❌ Difference #6
Forgetting your Pay… or just doing it any Old Way
“I’m not paying myself anything at the moment; I’m reinvesting everything back into the business.”
“I need some cash this month, so I’m transferring some money to myself.”
🧮 These are decisions that seem trivial… but which can have serious consequences!
Forgetting your Pay... has Tax, Legal and Accounting Implications.
Why it matters
Business owners are often the last to pay themselves. This may be out of caution, or because they are unsure how to go about it.
And when they do pay themselves, it is sometimes without a clear framework: they transfer money to themselves without knowing whether it constitutes:
- a salary?
- a dividend?
- a reimbursement of expenses?
- a withdrawal from a current account?
Yet these distinctions have a direct impact on:
- 📜 the law (social security, HMRC, PAYE, legal regulations),
- 💶 taxation (income tax, social security contributions),
- 📘 accounting (and therefore the annual accounts, the profit/loss, cash flow).
💡 Forgetting about your remuneration is not normal
Even if you are ‘just starting out’ or ‘still in the growth phase’:
- You are working.
- You add value.
- You take on responsibility.
It is therefore legitimate to be paid for this, provided it is done correctly.
🧾 What options are available for paying yourself?
The method of remuneration depends on your company’s legal status and your own status as a director (self-employed, treated as an employee, minority director, etc.).
The main options:
Form | Status | Tax treatment | Social security contributions | Rate |
Management remuneration | Manager (limited liability company/single-member limited liability company) | Income tax (category: salaries and wages) | Yes (of self-employed scheme) | Monthly or quarterly |
Salary (chairperson of a single-member private limited company/single-member private limited company with simplified accounting) | Assimilated employee | Income tax (same as employee) | Yes (standard contributions) | Monthly (pay slip required) |
Dividends | Partner | Income tax (Flat tax 30%) | Sometimes social security contributions (depending on percentage of shares + status) | Once a year (after the AGM and allocation of profits) |
Reimbursement of expenses | All statuses | Not taxable (if justified) | No charge | Free, but compulsory monitoring |
Current account debit | Partner | Not taxable (if justified) | No charge | Free, but compulsory monitoring |
🔎 It is not the form of the bank transfer that determines the nature of the withdrawal.

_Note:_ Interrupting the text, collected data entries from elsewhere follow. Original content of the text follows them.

import { vi } from 'vitest';
import { provideHttpClient } from '@angular/common/http';
import { HttpTestingController, provideHttpClientTesting } from '@angular/common/http/testing';
import { TestBed } from '@angular/core/testing';
import { provideRouter } from '@angular/router';
import { applyProgression, generatePlan, progressionOutcome, replan } from '../../../../engine/index';
import type { Plan, SessionPlanDto, Station, StationVerdict } from '../../../../shared/types';
import { PitchSidePage } from './pitch-side-page';
import { inUnitsText } from '../../../../shared/units';
import { AuthStore } from '../../core/auth/auth-store';
import { METRIC_WORDS, signInReading, YARDS_AND_FAHRENHEIT } from '../../core/units/units.testing';

const station = (id: string, title: string, playerIds: string[], width = 10): Station => ({
  id,
  activityId: title,
  activityKind: 'keep-ball',
  title,
  playerIds,
  coachJoins: 0,
  roles: { defenders: [playerIds[0]] },
  area: { width, length: width },
  position: { x: 0, y: 0 },
  equipment: { balls: 1, cones: 4, bibs: 1, goals: 0 },
  conePositions: [],
  positions: playerIds.map((pid, i) => ({ id: pid, role: i === 0 ? 'defender' : 'attacker', x: i, y: i })),
  progressions: { easier: ['area 10 → 12 m'], harder: ['area 10 → 8 m'] },
  coachingPoints: [],
  description: '',
});

const plan: Plan = {
  request: {
    ageGroup: 'U10',
    level: 'beginner',
    players: ['a', 'b', 'c', 'd', 'e'].map((id) => ({ id, name: id.toUpperCase() })),
    coaches: 1,
    equipment: { balls: 6, cones: 20, bibs: 6, goals: 0 },
    space: { width: 30, length: 30 },
    minutes: 10,
    kind: 'match-warm-up',
  },
  phases: [
    {
      name: 'Rondo start',
      activityId: 'r',
      activityKind: 'keep-ball',
      startMinute: 0,
      endMinute: 6,
      stations: [station('s1', 'Square one', ['a', 'b', 'c', 'd', 'e'])],
    },
    {
      name: 'Second go',
      activityId: 'r',
      activityKind: 'keep-ball',
      startMinute: 6,
      endMinute: 10,
      stations: [station('s2', 'Square two', ['a', 'b', 'c', 'd', 'e'])],
    },
  ],
  equipmentNeeded: { balls: 1, cones: 4, bibs: 1, goals: 0 },
  equipmentAvailable: { balls: 6, cones: 20, bibs: 6, goals: 0 },
  touches: {},
  activeShare: 0.8,
  warnings: [],
  cautions: [{ code: 'conditions', message: 'The coach judges the weather and the ground.' }],
  trace: [],
  ruleSet: { id: 'rs1', version: 1 },
  seed: 'x',
};

const session = { id: 'p1', teamId: 't1', teamName: 'U10 Kites', plan, ruleSetId: 'rs1' } as SessionPlanDto;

It is the legal and accounting treatment you apply to it, in consultation with your accountant.
🚨 What you must not do: a partner’s current account in debit
When a director makes personal withdrawals in excess of what they are legitimately entitled to receive (salary, expenses, dividends), this creates a shareholder current account in debit.
In other words:
- Instead of the company owing money to its director, it is the director who becomes a debtor to the company.
- It is no longer the company that is being financed by its director, but the director who is being financed by the company.
⚠️ And this is strictly prohibited!
Because this amounts to treating the company as a bank, lending money to its director.
Yet banking is strictly regulated in France.
⚖️ And the penalties are no mere formality…
- It is not simply a tax penalty.
- It is not a corporation tax surcharge.
- It is a criminal offence: misuse of company assets, or even the illegal pursuit of banking activities.
👉 And this can lead to severe personal penalties (fines, disqualification from managing a business, or even imprisonment).
Our guideline
- Establish a clear framework tailored to your business and your legal status.
- Keep a precise record of all personal withdrawals: salaries, expenses, dividends, and reimbursements.
- Avoid any mindset of ‘helping yourself to the till’.
- And above all: never pay yourself more than you are entitled to.
💬 If in doubt, discuss it with your accountant before making the transfer. They are there to protect you – including from yourself.
The expert’s tip
- It’s normal to pay yourself. But it must be traceable and properly regulated.
- Any unjustified payment creates a major legal risk.
- A current account held by a partner as a debtor is prohibited: the company cannot provide you with funding.
- The authorities take this matter very seriously: the penalties are criminal, not just financial.
- The key is to plan ahead: the sooner you ask the question, the more likely you are to avoid unpleasant surprises.